The baseline and follow-up data were extracted from patients’ records in hospital’s electronic medical system, including demographic characteristics, clinical variables, laboratory results. According to the manufacturer’s recommendation, detection of sPLA2R-Ab titer was performed using ELISA (E200908BU, Euroimmun, Germany), and a value ≥ 20 RU/ml was considered as positive. Renal biopsy was performed, and the biopsy sample examined by light microscopy, immunofluorescence, and electron microscopy. Membranous lesions from IMN cases were classified into four stages based on the criteria of Ehrenreich and Churg [23].

Treatment options

The treatment strategy was based on the KDIGO 2021 clinical practice guideline [14]. Renin-angiotensin-aldosterone system (RAAS) inhibitors consist primarily of angiotensin-converting enzyme inhibitor (ACEi)/angiotensin-II receptor blocker (ARB). Immunosuppressant therapy includes cyclophosphamide (CTX) or calcineurin inhibitor (CNI). Targeted therapy refers to CD20 monoclonal antibody therapy, mainly including rituximab and obinutuzumab. Other immunosuppressant treatments include mycophenolate mofetil, leflunomide, tripterygium wilfordii and others.

Outcome

The clinical endpoint was non-remission of proteinuria at 24 months. Complete remission (CR) was defined as achieving a normal level of proteinuria excretion of no more than 0.3 g per 24 h and with a stable eGFR. Partial remission (PR) was defined as proteinuria between 0.3 g and 3.5 g per 24 h, or a reduction in proteinuria of at least 50% compared with baseline and with a stable eGFR [24, 25]. Patients who did not meet any of those criteria were categorized as non-remission (NR). A stable eGFR was defined as an eGFR that remained unchanged or declined less than 15% during the period of follow-up.

Model construction and performance evaluation

In the training cohort, we used univariate’ and multivariate’ logistic regression to screen for major risk factors with non-remission urine protein based on the patient’s baseline measurements, and constructed a nomogram based on XGBoost, RF, LR machine learning algorithms. Five key metrics are used to assess the effectiveness of the model: area under the receiver operating characteristic (AUROC), sensitivity, specificity, accuracy and F1-score.

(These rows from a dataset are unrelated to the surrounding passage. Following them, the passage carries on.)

def prescan(text: str, source: Optional[str] = None) -> None:
    """Refuse, before the full parse, what no real cavity file holds: more than
    :data:`MAX_BYTES`, flow nesting deeper than :data:`MAX_NESTING`, more than
    :data:`MAX_ITEMS` list entries, or a ``%YAML`` directive other than 1.2 (the format is
    YAML 1.2; a 1.1 reader would read ``yes``/``no``/``on``/``off`` and octal numbers
    differently).  One pass over the characters, well under a second for any refused size."""
    import re

    size = len(text.encode("utf-8", "surrogatepass"))
    if size > MAX_BYTES:
        raise InputError("", Shown(f"{size} bytes"), f"a cavity file of at most {MAX_BYTES // 1024} kB",
                         source=source)
    directive = re.search(r"(?m)^%YAML[ \t]+(\S+)", text)
    if directive and directive.group(1) != "1.2":
        line = text.count("\n", 0, directive.start()) + 1
        raise InputError("%YAML", directive.group(1),
                         "YAML 1.2, the format's version (remove the directive)", line=line,
                         source=source)
    depth = deepest = items = 0
    quote = ""
    for line_no, line in enumerate(text.splitlines(), 1):
        stripped = line.lstrip()
        if stripped.startswith("- ") or stripped == "-":
            items += 1
        for ch in line:
            if quote:
                if ch == quote:
                    quote = ""
                continue
            if ch in "\"'" and depth:
                quote = ch
            elif ch == "#":
                break
            elif ch in "[{":
                depth += 1
                if depth > deepest:
                    deepest = depth
                    if deepest > MAX_NESTING:
                        raise InputError("", Shown("brackets nested too deep"),
                                         f"a cavity file (flow nesting at most {MAX_NESTING})",
                                         line=line_no, source=source)
            elif ch in "]}":
                depth = max(depth - 1, 0)
            elif ch == "," and depth:
                items += 1
        if items > MAX_ITEMS:
            raise InputError("", Shown(f"more than {MAX_ITEMS} list entries"),
                             "a cavity file (a real cavity has a few dozen elements)",
                             line=line_no, source=source)


def read_yaml(text: str, source: Optional[str] = None):
    """YAML text -> round-trip data (ruamel CommentedMap ...).  Raises InputError(s).

    One parse in the normal case; a duplicate key or a YAML error is parsed again node by
    node (compose) to name the key path of every duplicate.
    """
    from ruamel.yaml.constructor import DuplicateKeyError
    from ruamel.yaml.error import YAMLError

    prescan(text, source)
    try:
        data = yaml_parser().load(text)
    except DuplicateKeyError:
        data = None
        _compose_check(text, source)
        raise  # pragma: no cover - _compose_check raises for every duplicate
    except YAMLError as exc:
        raise _syntax_error(exc, source, text) from None
    except RecursionError:
        raise InputError("", Shown("nesting too deep to read"),
                         "a cavity file (at most 4 levels deep)", source=source) from None
    depth_check(data, source)
    return data


def _compose_check(text: str, source: Optional[str]) -> None:
    from ruamel.yaml.error import YAMLError

    try:
        root = yaml_parser().compose(text)
    except YAMLError as exc:
        raise _syntax_error(exc, source, text) from None
    problems = _check_nodes(root, source) if root is not None else []
    if problems:
        raise InputErrors(problems)


def depth_check(data: Any, source: Optional[str]) -> None:
    """Refuse values nested deeper than MAX_DEPTH (iteratively: no recursion limit)."""
    seen: set[int] = set()
    stack = [(data, "", 0, None)]
    while stack:
        node, path, depth, parent_line = stack.pop()
        if not isinstance(node, (dict, list)) or id(node) in seen:
            continue
        seen.add(id(node))
        line = line_of(node) or parent_line
        if depth > MAX_DEPTH:
            raise InputErrors([InputError(
                path, Shown(f"a value nested deeper than {MAX_DEPTH} levels"),
                "a cavity file (at most 4 levels deep)", line=line, source=source)])
        items = node.items() if isinstance(node, dict) else enumerate(node)
        for key, value in items:
            sub = f"{path}[{key}]" if isinstance(node, list) else \
                (f"{path}.{key}" if path else str(key))
            stack.append((value, sub, depth + 1, line))


# ---- checking --------------------------------------------------------------------------------

def line_of(container, key=None) -> Optional[int]:
    """1-based line of ``container[key]`` (or of the container itself)."""
    lc = getattr(container, "lc", None)
    if lc is None:
        return None
    try:
        if key is None:
            return lc.line + 1
        if isinstance(key, int):
            return lc.item(key)[0] + 1
        return lc.value(key)[0] + 1
    except (KeyError, IndexError, TypeError, AttributeError):
        try:
            return lc.key(key)[0] + 1
        except Exception:  # noqa: BLE001 - positions are a nicety, never fatal
            return lc.line + 1


def _join(path: str, key: Any) -> str:
    return f"{path}.{key}" if path else str(key)


def suggest(word: str, options) -> str:
    import difflib  # only when a suggestion is needed (start-up time)

    close = difflib.get_close_matches(str(word), [str(o) for o in options], n=1, cutoff=0.6)
    if not close:
        close = [o for o in options if str(o).lower() == str(word).lower().replace("-", "_")]
    return f"; did you mean '{close[0]}'?" if close else ""


def _material_keys() -> Optional[tuple[str, ...]]:
    try:
        from regentime.materials.dispersion import MATERIALS
    except ImportError:
        return None
    return tuple(MATERIALS)


def gain_media_table():
    try:
        from regentime.materials.gain_media import GAIN_MEDIA
    except ImportError:
        return None
    return GAIN_MEDIA


def _is_map(x) -> bool:
    return isinstance(x, dict)


class Checker:
    """Collects every problem of one file; ``source`` is named in each message."""

    def __init__(self, source: Optional[str]) -> None:
        self.source = source
        self.errors: list[InputError] = []
        self.suggested: set[str] = {"format"}  # paths already covered by another message

    def err(self, path: str, value: Any, expected: str, line: Optional[int]) -> None:
        if value is MISSING and path in self.suggested:
            return  # "pump.enrgy: ... did you mean 'energy'?" already says it
        self.errors.append(InputError(path, value, expected, line=line, source=self.source))

    # -- one value -----------------------------------------------------------------------
    def value(self, raw: Any, spec: FieldSpec, path: str, line: Optional[int]) -> Any:
        """Parse and range-check one file value; record a problem and return BAD if wrong."""
        try:
            return check_value(raw, spec, path)
        except InputError as exc:
            self.err(exc.path, exc.value, exc.expected, line)
            return BAD

    # -- one mapping -----------------------------------------------------------------------
    def section(self, data: Any, section: Section, path: str, line: Optional[int]) -> Any:
        """Check a mapping against ``section``; return {key: parsed} (subsections nested)."""
        if data is None:
            data = {}
        if not _is_map(data) and section.shorthand is not None and not isinstance(data, list):
            data = {section.shorthand: data}
            shorthand = True
        else:
            shorthand = False
        if not _is_map(data):
            keys = ", ".join(known_keys(section)) or "…"
            self.err(path, data, f"a mapping with keys such as {keys}", line)
            return BAD
        out: dict[str, Any] = {}
        for key in data:
            kpath = _join(path, key)
            kline = line if shorthand else line_of(data, key)
            if key in section.fields:
                spec = section.fields[key]
                if spec.dimension == "section":
                    continue  # handled by the caller (the cavity list)
                value = self.value(data[key], spec, kpath, kline)
                if value is not BAD:
                    out[key] = value
            elif isinstance(key, str) and key in section.sections:
                sub = self.section(data[key], section.sections[key], kpath, kline)
                if sub is not BAD:
                    out[key] = sub
            else:
                choices = known_keys(section)
                hint = suggest(key, choices)
                if hint:
                    self.suggested.add(_join(path, hint.split("'")[1]))
                self.err(kpath, Shown(f"unknown key '{key}'"),
                         f"one of {', '.join(choices)}{hint}", key_line(data, key) or kline)
        for key, spec in section.fields.items():
            if spec.required and key not in data and spec.dimension != "section":
                self.err(_join(path, key), MISSING, spec.expected(), line)
        for key, sub in section.sections.items():
            if sub.required and key not in data:
                need = [k for k, s in sub.fields.items() if s.required]
                self.err(_join(path, key), MISSING,
                         f"a '{key}:' section with {', '.join(need)}", line)
        return out


def key_line(data, key) -> Optional[int]:
    lc = getattr(data, "lc", None)
    try:
        return lc.key(key)[0] + 1 if lc is not None else None
    except Exception:  # noqa: BLE001 - positions are a nicety
        return None


_FLAT_KEYS = {"radius_of_curvature": "radius", "focal_length": "focal length"}


def check_value(raw: Any, spec: FieldSpec, path: str) -> Any:
    """One file value -> its model value (SI float, int, str); raises :class:`InputError`.

    Used by the loader for every key and by :class:`CavityDocument.set` to refuse a bad value
    before it reaches the file.
    """
    dim = spec.dimension
    if spec.key in _FLAT_KEYS and isinstance(raw, str) and raw.strip().lower() == "flat":
        return math.inf
    if dim in DIMENSIONS:
        value = parse_quantity(raw, dim, path)
        if spec.key in _FLAT_KEYS and abs(value) < 1e-3:
            raise InputError(path, raw, f"'flat' or a {_FLAT_KEYS[spec.key]} of at least 1 mm in "
                             "magnitude")
        if not spec.in_range(value):
            raise InputError(path, raw, spec.expected())
        return value
    if dim == "retardance":
        if isinstance(raw, str) and raw.strip().lower() in ("quarter", "half"):
            return 0.25 if raw.strip().lower() == "quarter" else 0.5
        try:
            waves = parse_quantity(raw, "number", path)
        except InputError:
            try:
                waves = parse_quantity(raw, "angle", path) / (2 * math.pi)
            except InputError:
                raise InputError(path, raw, "quarter, half, a number of waves like 0.25, or an "
                                 "angle like '90 deg'") from None
        if not spec.in_range(waves):
            raise InputError(path, raw, f"a retardance {spec.range_text()} "
                             "(give it modulo one wave)")
        return waves
    if dim == "dump":
        if isinstance(raw, str) and raw.strip() in ("auto", "steady"):
            return raw.strip()
        if isinstance(raw, int) and not isinstance(raw, bool) and 1 <= raw <= 100_000:
            return raw
        hint = suggest(raw, ("auto", "steady")) if isinstance(raw, str) else ""
        raise InputError(path, raw, f"auto, steady or a round-trip number ≥ 1{hint}")
    if dim == "choice":
        if isinstance(raw, str) and raw in spec.choices:
            return raw
        hint = suggest(raw, spec.choices) if isinstance(raw, str) else ""
        if path == "format":
            raise InputError(path, raw, f"'{FORMAT_VERSION}' (this version of regentime reads "
                             f"format {FORMAT_VERSION} only)")
        raise InputError(path, raw, f"one of {', '.join(spec.choices)}{hint}")
    if dim == "flag":
        if isinstance(raw, bool):
            return raw
        raise InputError(path, raw, "true or false")
    if dim == "text":
        if isinstance(raw, bool) or not isinstance(raw, (str, int, float)):
            raise InputError(path, raw, "a line of text")
        return str(raw)
    if dim == "name":
        if not isinstance(raw, str) or not raw.strip() or len(raw) > 40 or \
                any(ord(c) < 32 for c in raw):
            raise InputError(path, raw, "a generator output name (text, 1-40 characters)")
        return raw.strip()
    if dim in ("material", "gain_material"):
        keys = _material_keys() if dim == "material" else _gain_keys()
        if dim == "gain_material" and keys is None:
            raise InputError(path, raw, "a gain-medium library key (the library "
                             "regentime.materials.gain_media is not installed)")
        if not isinstance(raw, str) or not raw:
            raise InputError(path, raw, "a library key such as "
                             + ("ti_sapphire" if dim == "gain_material" else "fused_silica"))
        if keys is not None and raw not in keys:
            raise InputError(path, raw, f"one of {', '.join(keys)}{suggest(raw, keys)}")
        return raw
    raise AssertionError(f"no checker for dimension {dim!r}")  # pragma: no cover


def _gain_keys() -> Optional[tuple[str, ...]]:
    media = gain_media_table()
    return None if media is None else tuple(media)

Internal and external validation of the model

The nomogram was subjected to 1000 bootstrap resamples for internal validation to assess its predictive accuracy, and was performed by a visual calibration plot. The discriminative ability of the model was determined by AUROC, which ranges from 0.5 to 1, and the AUROC was compared using Z test. Finally, to estimate the clinical utility of the model, the decision curve analysis (DCA) was performed by calculating the net benefits for a range of threshold probability. The external validity of the model was evaluated by the AUROC, calibration and decision curve analysis in an independent cohort.

Statistical analysis

All the statistical analyses were done by SPSS26.0 and R 4.2.1. Normally distributed continuous variables were expressed with their means and standard deviations whereas non-normal continuous variables were expressed by their medians and interquartile ranges (IQR). Categorical variables were expressed with frequencies and percentages. The statistical significance between two cohorts was determined by T test or the Wilcoxon rank sum test for continuous variables and Chi-square test for categorical variables. Results with P<0.05 were considered statistically significant.

Patient characteristics

232 IMN patients were enrolled in this study, and the characteristics were presented in Table 1. The training cohort included 85 males, and with the median age being 48 years and the median proteinuria was 7.0 g/d. The characteristics were compared between the training and validation cohorts, and it showed that there were significant differences in age, uric red blood cell (URBC), ALB, serum creatinine (Scr), blood urea nitrogen (BUN), and total cholesterol (TCHO). In the training cohort, 26 patients did not undergo renal biopsy due to personal willingness or physical condition, while the majority of patients with renal biopsy presented in stages 2 and 3. The patient’s treatment plan was based on the KDIGO 2021 clinical practice guideline, more than 60% of patients received RAAS inhibitors or immunosuppressant therapy in the training or validation cohort, and there were no significant differences in treatment regimens between the two groups. The follow-up time was 24 months, and the incidence of the endpoint of the IMN progression was 31.5% and 31.4% in the training and validation cohorts. In addition, we retrospectively analyzed the adjustment of the treatment regimen during the follow-up of the patients in the training cohort, it was found that 30 patients did not achieve remission even after changing the immunosuppressant regimen, and 7 of them made two adjustments to the treatment regimen and still had persistent urine protein.

Feature selection

As shown in Table 2, after the multivariable’ analysis, we identified four major risk factors: course ≥ 6 months, UTP, D-dimer, and sPLA2R-Ab. These four variables were used to construct XGBoost, RF and LR machine learning models to predict the prognosis of IMN patients. The performance evaluation results of the three models were shown in Table 3, and the ROC curve and confusion matrix were used to evaluate the model discrimination ability, as shown in Fig. 2. The performance difference between the models were significant, and the RF model had the best performance, with the highest AUROC (0.869), sensitivity (0.700), specificity (0.897), precision (0.700), accuracy (0.769) and F1-score (0.700).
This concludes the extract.